Las consecuencias se proyectan a futuro, a partir de la fecha del auto. Y el nuevo salario “deberá presentar una fundamentación económica detallada”, que incluya “la forma en la que se ponderará y aplicará cada uno de los criterios”. Sin un salario ajustado a las normas, dice el Consejo, se vulnera “la especial protección del trabajo”.

El antecedente clave del Consejo de Estado y el salario mínimo

Todos los actos administrativos se componen de dos partes, la motiva o considerativa, que es la justificación, y la resolutiva, que impone las órdenes propiamente. Aunque se trata de un requisito de forma, en el fondo cada una de ellas debe cumplir con estrictos parámetros.
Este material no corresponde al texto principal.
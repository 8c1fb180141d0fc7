"""File formats a GIS, a cloud store and a spreadsheet open well.

Sources named beside each check:
- OGC Cloud Optimized GeoTIFF Standard (OGC 21-026, 2023; the number from
  memory), checked with rio-cogeo's ``cog_validate`` (a general-purpose
  validator from the package index, the rasterio port of GDAL's
  validate_cloud_optimized_geotiff.py) and by reading a window and an
  overview back with rasterio;
- band statistics against numpy (population standard deviation, as GDAL
  stores it in ``STATISTICS_STDDEV``);
- overviews against the definition of average resampling (the mean of the
  valid cells each overview cell covers; GDAL's documentation of
  ``average``);
- OGC GeoPackage Encoding Standard 1.3 (2021): the ``gpkg_contents`` table
  has a ``description`` column per layer, read here with sqlite3;
- RFC 4180 (2005), Common Format and MIME Type for CSV Files: one header row,
  read here with the standard library's csv module.
"""

from __future__ import annotations

import csv
import json
import sqlite3
import warnings

import numpy as np
import pandas as pd
import pytest
import rasterio
from rasterio.windows import Window
from rio_cogeo.cogeo import cog_validate

from terrain.dem import Dem
from terrain.jobs import CreditJob
from terrain.layers import DRAINAGE_NOTE, LAYERS, spec
from terrain.noise import ErrorModel
from terrain.outputs.tables import AS_IS, DECIMALS, rounded
from terrain.outputs.writer import CAUTION, write_layers
from terrain.runner import run_ensemble
from terrain.summary.catchments import CATCHMENT_COLUMN_KINDS, CATCHMENT_COLUMNS
from terrain.summary.features import COLUMN_KINDS, COLUMNS
from terrain.sweep import SENSITIVITY_COLUMN_KINDS, SENSITIVITY_COLUMNS, SWEEP_COLUMN_KINDS, SWEEP_COLUMNS

from .conftest import smooth_terrain, use_stand_in_figures, write_tif

STATS = ("STATISTICS_MINIMUM", "STATISTICS_MAXIMUM", "STATISTICS_MEAN", "STATISTICS_STDDEV",
         "STATISTICS_VALID_PERCENT")


def check_cog(path) -> tuple[np.ndarray, ...]:
    """Assert ``path`` is a valid COG with stored statistics; return every band.

    Validity: OGC Cloud Optimized GeoTIFF Standard (2023) through rio-cogeo's
    cog_validate with strict=True (a warning fails too). Statistics: numpy.
    Window and overview: read back with rasterio and compared with the full
    array (the window) and with the mean of the valid cells (the overview).
    """
    with warnings.catch_warnings():
        warnings.simplefilter("ignore")  # rasterio: no-CRS rasters
        valid, errors, warns = cog_validate(path, strict=True, quiet=True)
    assert valid and not errors and not warns, (path, errors, warns)
    with rasterio.open(path) as ds:
        assert ds.tags(ns="IMAGE_STRUCTURE")["LAYOUT"] == "COG"  # GDAL's own verdict
        assert ds.compression.name == "deflate" and ds.tags(ns="IMAGE_STRUCTURE")["PREDICTOR"] == "3"
        bands = tuple(ds.read(b) for b in range(1, ds.count + 1))
        for b, arr in enumerate(bands, start=1):
            tags = ds.tags(b)
            assert set(STATS) <= set(tags), (path, b, tags)
            ok = np.isfinite(arr)
            v = arr[ok].astype(np.float64)
            want = (v.min(), v.max(), v.mean(), v.std())
            got = [float(tags[k]) for k in STATS[:4]]
            np.testing.assert_allclose(got, want, rtol=1e-9, atol=1e-9 * max(1.0, abs(v).max()))
            # GDAL stores the valid percentage rounded (99.5 for 99.514 as measured here)
            assert float(tags["STATISTICS_VALID_PERCENT"]) == pytest.approx(100 * ok.mean(), abs=0.02)
        r, c = ds.height, ds.width
        win = Window(c // 3, r // 4, max(1, c // 2), max(1, r // 2))
        np.testing.assert_array_equal(ds.read(1, window=win),
                                      bands[0][win.row_off:win.row_off + win.height,
                                               win.col_off:win.col_off + win.width])
        factors = ds.overviews(1)
    if factors:
        with rasterio.open(path, overview_level=0) as ov:
            small = ov.read(1)
        f = factors[0]
        h, w = (r // f) * f, (c // f) * f  # whole blocks; GDAL's edge cells may differ
        blocks = bands[0][:h, :w].reshape(h // f, f, w // f, f)
        with warnings.catch_warnings():
            warnings.simplefilter("ignore", RuntimeWarning)  # all-NaN blocks
            mean = np.nanmean(blocks, axis=(1, 3))
        np.testing.assert_allclose(small[:h // f, :w // f], mean, rtol=1e-5, atol=1e-6)
    return bands


@pytest.fixture(scope="module")
def runs(tmp_path_factory):
    """peaks and depressions from the CLI on a raster big enough for overviews, with a hole."""
    from click.testing import CliRunner

    from cairn_cli.main import cli

    tmp = tmp_path_factory.mktemp("formats")
    z = np.round(smooth_terrain((300, 270), seed=8)).astype(np.int16)
    z[140:160, 100:130] = -9999
    dem = write_tif(tmp / "dem.tif", z, nodata=-9999, units="metre")
    out = {}
    with pytest.MonkeyPatch.context() as mp:  # the layers and tables are checked here, and
        use_stand_in_figures(mp)              # the figures in test_pictures and test_cli
        for cmd in ("peaks", "depressions"):
            out[cmd] = tmp / cmd
            res = CliRunner().invoke(cli, [cmd, str(dem), "-o", str(out[cmd]), "--rmse", "1.5",
                                           "-n", "4", "--seed", "2", "--workers", "1", "-q"],
                                     catch_exceptions=False)
            assert res.exit_code == 0, res.output
    return dem, out


@pytest.mark.slow
@pytest.mark.parametrize("cmd", ["peaks", "depressions"])
def test_every_layer_is_a_valid_cog_with_statistics(runs, cmd):
    _, out = runs
    tifs = sorted(out[cmd].glob("*.tif"))
    assert len(tifs) == sum(s.job == cmd for s in LAYERS.values())
    for path in tifs:
        est, se = check_cog(path)
        assert np.isnan(est[150, 110]) and np.isnan(se[150, 110])  # the DEM's hole stays nodata
        with rasterio.open(path) as ds:
            s = spec(path.stem)
            # band descriptions, units and tags survive the COG driver's copy
            assert ds.descriptions[0].startswith(f"{path.stem} (")
            assert ds.descriptions[1].startswith(f"{path.stem} standard error (")
            assert ds.units[0] == ds.units[1] and ds.units[0] in ("m", "probability")
            tags = ds.tags()
            assert tags["LAYER"] == path.stem and tags["DESCRIPTION"] == s.description
            assert tags["caution"] == CAUTION  # the full text, not a shortened one
            assert json.loads(tags["error_model"])["rmse"] == 1.5 and tags["realisations"] == "4"
            assert ds.tags(1)["ROLE"] == "estimate" and ds.tags(2)["ROLE"] == "standard_error"
            if s.note:  # the drainage note travels in the band metadata and descriptions
                assert all(ds.tags(b)["NOTE"] == s.note for b in (1, 2))
                assert all(d.endswith(s.note) for d in ds.descriptions)
            else:
                assert "NOTE" not in ds.tags(1)
    assert not [p for p in out[cmd].iterdir() if ".tmp" in p.name or ".part" in p.name]


def test_layers_read_back_bit_identical(tmp_path):
    # reference: the float32 arrays of the run with NaN on nodata, and the same arrays
    # written by a plain tiled GeoTIFF writer in this test (the layout before COG)
    z = smooth_terrain((90, 80), seed=3)
    nodata = np.zeros(z.shape, bool)
    nodata[:5, :7] = True
    dem = Dem.from_array(np.where(nodata, np.nan, z).astype(np.float32), cellsize=10.0,
                         crs="EPSG:32633")
    res = run_ensemble(dem, CreditJob("depressions", threshold=20.0), ErrorModel(rmse=2.0),
                       realisations=3, seed=5, backend="serial")
    write_layers(tmp_path, res, command_line=None)
    for name, (est, se) in res.layers.items():
        want = [np.where(dem.nodata, np.nan, a).astype(np.float32) for a in (est, se)]
        ref = tmp_path / f"{name}.plain.tif"
        with rasterio.open(ref, "w", driver="GTiff", height=90, width=80, count=2,
                           dtype="float32", nodata=np.nan, tiled=True, blockxsize=16,
                           blockysize=16, compress="deflate", predictor=3,
                           transform=rasterio.Affine(*dem.transform)) as ds:
            ds.write(np.stack(want))
        with rasterio.open(ref) as ds:
            old = ds.read()
        got = check_cog(tmp_path / f"{name}.tif")
        for g, w, o in zip(got, want, old):
            assert np.array_equal(g.view(np.uint32), w.view(np.uint32))
            assert np.array_equal(g.view(np.uint32), o.view(np.uint32))


def test_the_validator_tells_a_plain_geotiff_from_a_cog(tmp_path):
    # negative control: a tiled GeoTIFF whose overviews are added after the image (the
    # layout cairn wrote before) is not laid out as the COG standard requires
    from rasterio.enums import Resampling

    path = tmp_path / "plain.tif"
    with rasterio.open(path, "w", driver="GTiff", height=600, width=600, count=1,
                       dtype="float32", tiled=True, blockxsize=256, blockysize=256,
                       compress="deflate", transform=rasterio.Affine(10, 0, 0, 0, -10, 6000),
                       crs="EPSG:32633") as ds:
        ds.write(smooth_terrain((600, 600), seed=1), 1)
        ds.build_overviews([2, 4], Resampling.average)
    valid, errors, _ = cog_validate(path, strict=True, quiet=True)
    assert not valid and errors


def test_geopackage_layers_are_described(runs):
    # OGC GeoPackage Encoding Standard 1.3: gpkg_contents.description, read with sqlite3
    _, out = runs
    from terrain.outputs.manifest import VECTOR_LAYERS
    from terrain.summary.features import LAYER_NAMES, RANK_LAYER
    from terrain.summary.relations import LINK_TABLE

    for cmd, gpkg in (("peaks", "peaks.gpkg"), ("depressions", "depressions.gpkg")):
        with sqlite3.connect(out[cmd] / gpkg) as con:
            rows = dict(con.execute("SELECT table_name, description FROM gpkg_contents"))
            kinds = dict(con.execute("SELECT table_name, data_type FROM gpkg_contents"))
        assert set(rows) == set(LAYER_NAMES[cmd]) | {RANK_LAYER, LINK_TABLE[cmd]}
        assert kinds[RANK_LAYER] == "attributes"  # a table without geometry
        assert kinds[LINK_TABLE[cmd]] == ("attributes" if cmd == "peaks" else "features")
        for name, text in rows.items():
            assert text.startswith(VECTOR_LAYERS[name])  # what the layer is
            assert "RMSE 1.5 m (gaussian)" in text and "4 realisations, seed 2" in text
            assert text.endswith(CAUTION)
Hace casi diez años, el Consejo de Estado fijó varias reglas.

La Sección Segunda, revisando el aumento del salario de Juan Manuel Santos para 2016, consideró "necesario exhortar" al Gobierno para que, cuando fije "de manera unilateral" el salario mínimo después de que fracase la etapa de concertación, "lo haga en estricto cumplimiento de la carga motiva" que aparece en las normas, especialmente en la Ley 278 de 1996.

Según la ley, el Ejecutivo debe basarse en la meta de inflación del año siguiente que determina el Banco de la República, la productividad, la contribución de los salarios al ingreso nacional, el incremento del producto interno bruto y el índice de precios al consumidor.

El Consejo de Estado precisó que cada variable debe comprender "el mismo nivel e incidencia", y que el análisis técnico tiene que sumarse al "carácter prevalente" de la protección constitucional del trabajo y del objetivo estatal de asegurar el acceso de todos a bienes y servicios.